Go over the data and copy out each line with "shows" in it.

# DATASET RECORDS
________

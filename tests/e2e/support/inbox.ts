import { expect } from '@playwright/test';

import { env } from '@/lib/env';

interface Received {
  id: string;
  subject: string;
  links: string[];
}

const INBOX_PORT_AFTER_SMTP = 55;

/** Where the stand-in for mail shows what it got: its own port, a fixed way from the SMTP port. */
const inboxUrl = (): string =>
  `http://127.0.0.1:${Number(new URL(env.SMTP_URL).port) + INBOX_PORT_AFTER_SMTP}`;

/** Waits until a mail to somebody with these words in its subject has arrived. */
export async function mailTo(address: string, subject: string): Promise<Received> {
  let found: Received | undefined;
  await expect
    .poll(
      async () => {
        const response = await fetch(`${inboxUrl()}/messages?to=${encodeURIComponent(address)}`);
        const messages = (await response.json()) as Received[];
        found = messages.find((message) => message.subject.includes(subject));
        return found !== undefined;
      },
      { message: `a mail to ${address} about ${subject}`, timeout: 60_000 },
    )
    .toBe(true);
  if (!found) throw new Error('no mail');
  return found;
}
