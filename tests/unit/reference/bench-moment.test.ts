import { expect, test } from 'vitest';

import { momentWords, readMoment, spanWords } from '@/components/reference/bench-moment';

test('a moment is read and said by the same clock', () => {
  const at = readMoment('2026-12-01T14:10');
  expect(at && momentWords(at)).toBe('Tue 1 Dec 2026, 14:10');
  expect(readMoment('')).toBeNull();
  expect(readMoment('2026-13-01T14:10')).toBeNull();
});

test.each([
  [5, '5 min'],
  [150, '2 h 30 min'],
  [43_200, '30 days'],
  [0, '0 min'],
])('%i minutes are %s', (minutes, says) => {
  expect(spanWords(minutes)).toBe(says);
});
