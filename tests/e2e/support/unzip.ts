import { unzipSync } from 'fflate';

/** Unpacks an archive with a reader that has nothing to do with what wrote it. */
export function unzip(archive: Buffer): Map<string, Buffer> {
  return new Map(Object.entries(unzipSync(archive)).map(([path, content]) => [path, Buffer.from(content)]));
}
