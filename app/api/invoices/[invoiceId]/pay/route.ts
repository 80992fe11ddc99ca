import { serve } from '@/app/_kit/serve';
import { payInvoiceEndpoint } from '@/lib/invoices/endpoints';

export const POST = serve(payInvoiceEndpoint);
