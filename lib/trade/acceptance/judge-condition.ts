import type { HardnessScale } from '../hardness/hardness-table';
import type { Table } from '../table';
import type { AcceptanceRow } from '../tables/acceptance';
import type { Verdict } from '../verdict';
import { acceptanceOf, type Acceptance, type AcceptanceBand, type AcceptanceReason } from './acceptance-of';

type Judgement = 'meets' | 'does_not_meet' | 'not_measured' | 'no_limit_in_this_scale';

export interface ConditionJudgement extends Acceptance {
  readonly hardness: Judgement;
  readonly conductivity: Judgement;
  /** Only the pair speaks: one alone never shows a condition. */
  readonly pair: 'meets' | 'does_not_meet' | 'not_shown';
  /** Another published band judges the same readings otherwise. */
  readonly sourcesDisagree: boolean;
  /** Always: a pair that meets does not prove tensile properties; papers of the heat treatment do. */
  readonly provesTensile: false;
}

export interface ConditionReadings {
  readonly hardness?: { readonly scale: HardnessScale; readonly value: number };
  readonly percentIacs?: number;
}

/**
 * Whether readings of hardness and conductivity (% IACS) show the condition that a bare aluminium part should have.
 *
 * MIL-STD-1537C para 5.1.2.1: both decide together, and even both do not prove tensile properties.
 * Worked example: 7075-T6 with HRB 88 and 33.0 % IACS meets; with HRB 88 and 38.5 % IACS it does not.
 */
export function judgeCondition(
  table: Table<AcceptanceRow>,
  asked: { readonly alloy: string; readonly condition: string; readonly isClad: boolean },
  readings: ConditionReadings,
): Verdict<ConditionJudgement, AcceptanceReason> {
  const found = acceptanceOf(table, asked);
  if (!found.ok) return found;
  const { hardness, conductivity } = judgeBand(found.band, readings);
  const others = found.alsoPublished.map((band) => judgeBand(band, readings));
  return {
    ...found,
    hardness,
    conductivity,
    pair: pairOf(hardness, conductivity),
    sourcesDisagree: others.some(
      (other) => areOpposed(other.hardness, hardness) || areOpposed(other.conductivity, conductivity),
    ),
    provesTensile: false,
  };
}

function judgeBand(band: AcceptanceBand, { hardness, percentIacs }: ConditionReadings) {
  const limits = band.hardness.find(({ scale }) => scale === hardness?.scale);
  return {
    hardness: judge(hardness?.value, limits && [limits.min ?? -Infinity, limits.max ?? Infinity]),
    conductivity: judge(percentIacs, band.iacs),
  };
}

function judge(value: number | undefined, limits: readonly [number, number] | undefined): Judgement {
  if (value === undefined || !Number.isFinite(value)) return 'not_measured';
  if (!limits) return 'no_limit_in_this_scale';
  return value >= limits[0] - TOLERANCE && value <= limits[1] + TOLERANCE ? 'meets' : 'does_not_meet';
}

/** Far below the printed tenth, far above what converting from MS/m leaves. */
const TOLERANCE = 1e-6;

function pairOf(hardness: Judgement, conductivity: Judgement): ConditionJudgement['pair'] {
  if (hardness === 'does_not_meet' || conductivity === 'does_not_meet') return 'does_not_meet';
  return hardness === 'meets' && conductivity === 'meets' ? 'meets' : 'not_shown';
}

const areOpposed = (a: Judgement, b: Judgement): boolean =>
  (a === 'meets' && b === 'does_not_meet') || (a === 'does_not_meet' && b === 'meets');
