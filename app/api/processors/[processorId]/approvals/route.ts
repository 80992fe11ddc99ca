import { serve } from '@/app/_kit/serve';
import { addApprovalEndpoint } from '@/lib/processors/endpoints';

export const POST = serve(addApprovalEndpoint);
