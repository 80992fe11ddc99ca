import fc from 'fast-check';
import Papa from 'papaparse';
import { expect, test } from 'vitest';

import { PUBLISHED } from '@/lib/evidence/certificate/compare/tables';
import { BATCH_TABLES } from '@/lib/reference/batch-tables';
import { inForce } from '@/lib/reference/in-force';
import type { Replaceable } from '@/lib/reference/replaceable';
import { REPLACEABLE } from '@/lib/reference/replaceable-tables';
import { readOwnRows } from '@/lib/reference/read-own-rows';
import { cellsOfRow, rowFromCells } from '@/lib/reference/rows-in-cells';
import type { Table } from '@/lib/trade/table';

const withoutSource = (row: object): object =>
  Object.fromEntries(Object.entries(row).filter(([key]) => key !== 'source'));
const registered = [...REPLACEABLE.values()].map((one) => [one.published.id, one] as const);

/** Every table in a group, however deep. */
function tablesIn(group: unknown): Table<unknown>[] {
  if (typeof group !== 'object' || group === null) return [];
  if ('rows' in group && 'edition' in group) return [group as Table<unknown>];
  return Object.values(group).flatMap(tablesIn);
}

test.each(registered)('%s: saved as CSV and read back, every row is the same', (_, one) => {
  const { columns, published } = one;
  const saved = Papa.unparse({
    fields: columns.map(({ head }) => head),
    data: published.rows.map((row) => cellsOfRow(columns, row)),
  });
  const [heads = [], ...cells] = Papa.parse<string[]>(saved, { skipEmptyLines: 'greedy' }).data;
  const read = readOwnRows(one, { heads, cells });
  expect(read).toMatchObject({ fault: null, ignored: [] });
  expect(read.problems.flat()).toEqual([]);
  expect(read.rows).toEqual(published.rows.map(withoutSource));
});

const table = (id: string): Replaceable => {
  const found = REPLACEABLE.get(id);
  if (!found) throw new Error(`no table ${id}`);
  return found;
};

test.each([
  ['a word for a figure', 'soak-times', { 'up to (in)': 'thin' }, /figure from 0 to 40 in/],
  ['a decimal comma', 'soak-times', { 'up to (in)': '0,5' }, /0,5 is not what stands here/],
  ['a range the wrong way round', 'anneals', { 'hours (h)': '3 to 2' }, /below the first/],
  [
    'an alloy that no table knows',
    'anneals',
    { alloys: '6061; 9999' },
    /^9999 is not what stands here.*2024, 2117/,
  ],
  ['an empty cell', 'anneals', { 'hold (°F)': '' }, /Is empty/],
  [
    'a cell of another kind of row',
    'ageing-cycles',
    { 'cycle kind': 'natural' },
    /does not belong|Is empty/i,
  ],
  ['no kind of row', 'old-names', { kind: '' }, /Is empty/],
])('%s is said at its column', (_, id, wrong, says) => {
  const { columns, row, published } = table(id);
  const cells = cellsOfRow(columns, published.rows.at(-1));
  const heads = columns.map(({ head }) => head);
  for (const [head, text] of Object.entries(wrong)) cells[heads.indexOf(head)] = text;
  const found = rowFromCells(columns, row, cells);
  expect(found.ok).toBe(false);
  const [problem] = found.ok ? [] : found.problems;
  expect(problem?.message).toMatch(says);
  expect(heads).toContain(problem?.column);
});

test.each(registered)('%s: each column has a name of its own', (_, { columns }) => {
  const heads = columns.map(({ head }) => head);
  expect(new Set(heads).size).toBe(heads.length);
});

test('a shop may replace every table that parts, batches and certificates are answered from', () => {
  const used = tablesIn([BATCH_TABLES, PUBLISHED]).map(({ id }) => id);
  expect([...REPLACEABLE.keys()].toSorted()).toEqual([...new Set(used)].toSorted());
});

const someIds = fc.subarray([...REPLACEABLE.keys()]);

test('exactly the tables that a shop entered are its own; each row names the table and edition it stands in', () =>
  fc.assert(
    fc.property(someIds, (ids) => {
      const own = new Map(
        ids.map((id) => {
          const { rows = [] } = REPLACEABLE.get(id)?.published ?? {};
          return [id, { edition: `own ${id}`, entry: 'entered', rows: rows.slice(0, 1) }];
        }),
      );
      for (const table of tablesIn(inForce([BATCH_TABLES, PUBLISHED], own))) {
        const published = REPLACEABLE.get(table.id)?.published;
        const isOwn = ids.includes(table.id);
        expect(table.edition).toBe(isOwn ? `own ${table.id}` : published?.edition);
        expect(table.rows).toHaveLength(isOwn ? 1 : (published?.rows.length ?? 0));
        expect(table.rows[0]?.source.readFrom).toEqual({
          table: table.id,
          edition: table.edition,
          ...(isOwn && { entry: 'entered' }),
        });
      }
    }),
    { numRuns: 20 },
  ));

________

# EXERCISE RESULT
/** Where the stand-in for mail shows what it got: its own port, a fixed way from the SMTP port. */
  /** Only the pair speaks: one alone never shows a condition. */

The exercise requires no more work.